The way we currently export our types in this repository is difficult to maintain and is the root-cause of important issues that need to be addressed. This issue is intended as a

  • documentation of the status-quo
  • a starting point to improvement in upcoming releases (SDK 2.x, 3.x and beyond)

Status-quo

As it stands today, we export classes directly, including associated types, with all internal "private" properties as part of our "public" API. This routinely causes trouble, as we expect the exact version of a package to be used when using other packages (non-exhaustive list: #5062, #2845, #3944, #5090). While breaking is expected when a packages are pinned and an exact class type is provided, this is still a source of end-user pain, because:

  • we don't always have a more generic interface that could be used instead
  • in places where we have generic interfaces it's still easy to get it wrong by using the more concrete type, even though there's (in my opinion) few compelling reasons to have it exported at all (more on that later)
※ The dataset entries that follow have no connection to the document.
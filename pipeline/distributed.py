"""Distributed runs on Dask: particle chunks mapped to workers, partial fields summed by
a fixed binary tree (so the result does not depend on which worker finishes first).

Each worker reads its own chunk (a range of particle ids) from the track file; only the
observer groups, the time grids and the settings travel with a task, and only partial
field arrays come back. A worker that dies is replaced and its tasks are recomputed by
Dask. Needs the optional extra: pip install "lagfield[dask]".
"""

from __future__ import annotations

import copy
import logging

import numpy as np

from .engine import add_results, compute_fields
from .errors import LagfieldError

CONNECT_TIMEOUT_S = 10.0
TASK_RETRIES = 3


def particle_chunks(particle_ids, chunk: int):
    """[(low, high)] id ranges of at most `chunk` particles each, in ascending order."""
    ids = np.unique(np.asarray(particle_ids, dtype=np.int64))
    return [(int(ids[i]), int(ids[min(i + chunk, ids.size) - 1]))
            for i in range(0, ids.size, chunk)]


def chunk_fields(path, read_options, particle_range, groups, settings, spectrum, windows):
    """One task: read the particles of `particle_range` and return their GroupFields."""
    import numba

    from .tracks import read_tracks

    numba.set_num_threads(1)  # one core per worker process
    tracks = read_tracks(path, particle_range=particle_range, **read_options)
    return compute_fields(tracks, groups, settings, spectrum=spectrum, windows=windows)


def _sum(first, second):
    """A new sum of two partial results (task inputs must stay untouched for retries)."""
    return add_results(copy.deepcopy(first), second)


def connect(workers: int | None = None, scheduler: str | None = None):
    """A dask.distributed Client: to `scheduler`, or on a new local cluster of `workers`
    processes. Clear errors when Dask is missing or the scheduler cannot be reached."""
    try:
        from dask.distributed import Client, LocalCluster
    except ImportError:
        raise LagfieldError("distributed runs need Dask: pip install \"lagfield[dask]\"") \
            from None
    if scheduler:
        try:
            return Client(scheduler, timeout=f"{CONNECT_TIMEOUT_S}s")
        except (OSError, TimeoutError) as exc:
            raise LagfieldError(f"cannot reach the Dask scheduler at {scheduler} within "
                                f"{CONNECT_TIMEOUT_S:g} s ({type(exc).__name__}: {exc})") \
                from None
    cluster = LocalCluster(n_workers=int(workers or 1), threads_per_worker=1, processes=True,
                           dashboard_address=None, silence_logs=logging.ERROR)
    return Client(cluster)


def compute_distributed(client, path, read_options, particle_ids, groups, settings, *,
                        spectrum=None, windows, chunk: int, progress=None):
    """GroupFields of all particles, computed chunk by chunk on the client's workers.
    progress(n) is called with the number of particles of each chunk as it completes."""
    from dask.distributed import as_completed

    ranges = particle_chunks(particle_ids, chunk)
    if not ranges:
        raise LagfieldError("the track file holds no particles")
    sizes = {}
    ids = np.unique(np.asarray(particle_ids, dtype=np.int64))
    futures = []
    for low, high in ranges:
        future = client.submit(chunk_fields, path, read_options, (low, high), groups, settings,
                               spectrum, windows, pure=False, retries=TASK_RETRIES)
        sizes[future.key] = int(np.count_nonzero((ids >= low) & (ids <= high)))
        futures.append(future)
    level = list(futures)
    while len(level) > 1:  # a fixed binary tree: the sum is the same in every run
        paired = [client.submit(_sum, level[i], level[i + 1], pure=False,
                                retries=TASK_RETRIES) for i in range(0, len(level) - 1, 2)]
        if len(level) % 2:
            paired.append(level[-1])
        level = paired
    for finished in as_completed(futures):
        if finished.status == "error":
            finished.result()  # raises the task's error here
        if progress is not None:
            progress(sizes[finished.key])
    return level[0].result()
One key problem here is that experimental packages like @opentelemetry/sdk-node depend on pinned versions of other SDK packages and expect types from these packages as part of the public API. If a package used by the end-user not match that version exactly (see this demostrator) then that type may be rejected by the typescript compiler due to re-declaration of private properties on that class.

This problem cannot be fully fixed by just un-pinning the dependency, since end-users may still have another version somewhere in their lockfile and that old version may be incompatible, even though there were no changes to the class between these versions. So while an un-pinned version allows for de-duping of the package, the break may still happen, but but it may now happen depending on the lockfile history of the package and the pre-existing node_modules directory, which makes troubleshooting extremely difficult for us, since the user would have to supply their lockfile for us to investigate (which often a level of detail they are not allowed to provide).

This sudden increase in complexity from un-pinning means that attempting to solve this through unpinning alone may immobilize us to an extent where we cannot make any notable improvements to OTel JS, as we will be busy triaging issues and troubleshooting suddenly-occuring end-user type problems. Issue triage and bug handling is already a key limiting factor for the project today, even with pinned dependencies.

Keeping packages pinned, however, is also not a solution. While pinned packages make it easier to spot such incompatibilities, it does introduce another pain-point for end-users: packages that cannot be de-duped and can blow up the size of node_modules to an extent where certain limits, like the maximum size of a lambda (250 MB), are reached, which may prevent a new or exiting OTel user from deploying their app. Similar issues apply to use of OTel JS on the web, but it also drives cost significantly on server-side deployments.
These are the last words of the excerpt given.